Impressive efficacy in the first participant has been reported, including a 2-point change of “much improved” rating on the Clinical Global Impression of Improvement (CGI-I) scale, where the treating physician rates change from the patient’s condition prior to receiving treatment. Change is rated on a 7-point scale, 4 (no change) to worsening (5, 6, 7) or improvement (1, 2, 3).

This rating was coupled with a reduction in the severity of Rett syndrome using the Clinical Global Impression of Severity (CGI-S) scale, where the patient’s condition was rated by the treating physician on a 7-point scale. Prior to treatment the participant was rated a 6, meaning “severely ill”, and post-treatment was rated a 5 “markedly ill”. This is the first time that Rett syndrome severity has been reported to improve on a Rett syndrome treatment to date.

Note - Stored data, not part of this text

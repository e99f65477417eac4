"""The calendar-month block kernels (euphotic.monthstats) and the compiled path of the
comparison functions on dask-backed maps.

References: numpy's ``nanmean`` / ``count_nonzero`` on the same numbers (float64), and the
xarray groupby path of :mod:`euphotic.compare` itself (taken for numpy-backed input), which the
existing hand-worked tests in ``test_compare.py`` check. Tolerance 1e-12 relative: both sum
float64 values, in another order (sequential here, pairwise in numpy), so a few roundings of
float64 (epsilon 2.2e-16) may differ, nothing more.
"""

from __future__ import annotations

import warnings

import numpy as np
import pytest
import xarray as xr

from euphotic import compare, monthstats
from euphotic.compare import CompareInputError
from tests.test_compare import make_maps


def test_group_mean_by_hand():
    # two series, 4 steps in groups 0, 1, 0, -1 (the last left out, as a month outside the
    # baseline): means (1 + 3) / 2 = 2 and 2; second series has a NaN in group 0
    y = np.array([[1.0, 2.0, 3.0, 100.0], [np.nan, 5.0, 7.0, 100.0]], dtype=np.float32)
    mean, n = monthstats.group_mean(y, np.array([0, 1, 0, -1]), n_groups=3)
    np.testing.assert_array_equal(mean[0], [2.0, 2.0, np.nan])  # group 2 empty: NaN, not 0
    np.testing.assert_array_equal(mean[1], [7.0, 5.0, np.nan])
    np.testing.assert_array_equal(n, [[2, 1, 0], [1, 1, 0]])
    assert mean.dtype == np.float64 and n.dtype == np.int64


def test_group_mean_accumulates_float32_in_float64():
    # 2**24 + 1 is not a float32: a float32 running sum of 2**24 and ten 1.0 stays at 2**24
    # (each + 1 rounds back); a float64 sum gives 2**24 + 10 exactly (worked by hand)
    y = np.array([[2.0**24] + [1.0] * 10], dtype=np.float32)
    mean, n = monthstats.group_mean(y, np.zeros(11, dtype=int), n_groups=1)
    assert mean[0, 0] == (2.0**24 + 10) / 11 and n[0, 0] == 11


def test_group_mean_and_departures_against_numpy():
    rng = np.random.default_rng(4)
    y = rng.uniform(50, 900, (3, 5, 36)).astype(np.float32)
    y[rng.uniform(size=y.shape) < 0.2] = np.nan
    group = np.arange(36) % 12
    mean, n = monthstats.group_mean(y, group)
    y64 = y.astype(np.float64)
    for g in range(12):
        sel = y64[..., group == g]
        with warnings.catch_warnings():
            warnings.simplefilter("ignore", RuntimeWarning)  # "Mean of empty slice": NaN
            ref = np.nanmean(sel, axis=-1)  # numpy reference
        np.testing.assert_allclose(mean[..., g], ref, rtol=1e-12)
        np.testing.assert_array_equal(n[..., g], np.count_nonzero(np.isfinite(sel), axis=-1))
    dep = monthstats.departures(y, mean, group)
    np.testing.assert_allclose(dep, y64 - mean[..., group], rtol=1e-12)
    assert dep.dtype == np.float64 and np.isnan(dep[np.isnan(y)]).all()


def test_kernels_refuse_bad_groups():
    y = np.zeros((2, 3))
    with pytest.raises(ValueError, match=r"^group: expected 3 labels below 12"):
        monthstats.group_mean(y, np.array([0, 1, 12]))
    with pytest.raises(ValueError, match=r"^group: expected 3 labels below 12$"):
        monthstats.departures(y, np.zeros((2, 12)), np.array([0, -1, 2]))


def _gappy_maps() -> xr.Dataset:
    rng = np.random.default_rng(8)
    values = rng.uniform(100.0, 500.0, (2, 144, 3, 4)).astype(np.float32)
    values[rng.uniform(size=values.shape) < 0.15] = np.nan
    values[:, 6::12, 0, 0] = np.nan  # one cell never observed in July: NaN climatology
    cov = rng.uniform(0.2, 1.0, values.shape).astype(np.float32)
    return make_maps(values, coverage=cov)


@pytest.mark.parametrize("rule", [{}, {"min_coverage": 0.5}, {"min_coverage": 0.5, "low_coverage": "flag"}])
def test_compiled_path_matches_the_groupby_path(rule):
    maps = _gappy_maps()
    eager = maps.compute()
    assert maps["npp"].chunks is not None and eager["npp"].chunks is None
    calls = (
        lambda m: compare.climatology(m, baseline=(2002, 2009), **rule),
        lambda m: compare.anomalies(m, compare.climatology(m, **rule), relative=True, **rule),
        lambda m: compare.trend_map(m, annual=True, **rule),
    )
    for fn in calls:
        lazy_ds = fn(maps)
        now = fn(eager)
        assert lazy_ds["climatology" if "climatology" in lazy_ds else
                       "anomaly" if "anomaly" in lazy_ds else "slope"].chunks is not None
        lazy = lazy_ds.compute()
        # the count of values below the rule: a lazy variable on dask input, an attr on numpy
        for count in ("n_dropped_low_coverage", "n_flagged_low_coverage"):
            if count in now.attrs:
                assert lazy[count].item() == now.attrs.pop(count) > 0
                lazy = lazy.drop_vars(count)
        assert lazy.attrs == now.attrs
        assert {k: v.dims for k, v in lazy.variables.items()} == {k: v.dims for k, v in now.variables.items()}
        assert {k: v.attrs for k, v in lazy.data_vars.items()} == {k: v.attrs for k, v in now.data_vars.items()}
        xr.testing.assert_allclose(lazy, now, rtol=1e-12)
        assert {k: v.dtype for k, v in lazy.data_vars.items()} == {k: v.dtype for k, v in now.data_vars.items()}


def test_compiled_anomalies_refuse_another_grid():
    maps = _gappy_maps()
    clim = compare.climatology(maps.isel(lon=slice(0, 2)))
    with pytest.raises(CompareInputError) as err:
        compare.anomalies(maps, clim)
    assert str(err.value) == (
        "clim: its regions/grid or models differ from the data's (compute the climatology from "
        "the same results)"
    )


def test_compiled_path_stays_lazy(no_compute):
    maps = _gappy_maps()
    with no_compute:
        clim = compare.climatology(maps)
        an = compare.anomalies(maps, clim)
        tm = compare.trend_map(maps, annual=True)
    assert all(v.chunks is not None for ds in (clim, an, tm) for v in ds.data_vars.values())


def test_compiled_anomalies_of_lazy_maps_against_an_in_memory_climatology():
    maps = _gappy_maps()
    eager = maps.compute()
    clim = compare.climatology(eager)  # numpy-backed, from the groupby path
    lazy = compare.anomalies(maps, clim, relative=True)
    assert lazy["anomaly"].chunks is not None
    xr.testing.assert_allclose(lazy.compute(), compare.anomalies(eager, clim, relative=True), rtol=1e-12)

Also notable was the improvement rated by parents on the Rett Syndrome Behavior Questionnaire, with a 23-point improvement from the pre-treatment score. This parent-rated scale has a range of 90 points. The participant rated a score of 52 prior to treatment and was rated a 29 at the initial post-treatment time point.

Although encouraging, it is important to point out that these results are in a single patient and are preliminary. We eagerly await further reports from Taysha.

We are proud of our integral role in making this clinical trial possible. RSRT has strategically supported gene therapy for nearly 15 years, with more than $10 million awarded to projects focusing on this approach. As part of our Gene Therapy Consortium RSRT awarded major funding to Steve Gray, PhD, who created a mechanism to control the level of MECP2 expression that is part of the Taysha product.

RSRT trustee and advisor, Adrian Bird, PhD, who developed the MECP2 “mini-gene” that the Taysha trial delivers also received significant funding from RSRT through the MECP2 Consortium.

None of this would be happening without the Rett families that fundraise for RSRT by spearheading events, crowdfunding, and reaching out to their networks. This is the result of your energy and dedication, and we are beyond grateful to you. We hope more Rett families will join the effort and fundraise, because it has never been more important to grow the financial resources that are so needed to continue the momentum towards a cure.

We also offer our profound gratitude to the Rett patients and their families who are participants in this clinical trial. We stand in admiration of your pioneering spirit.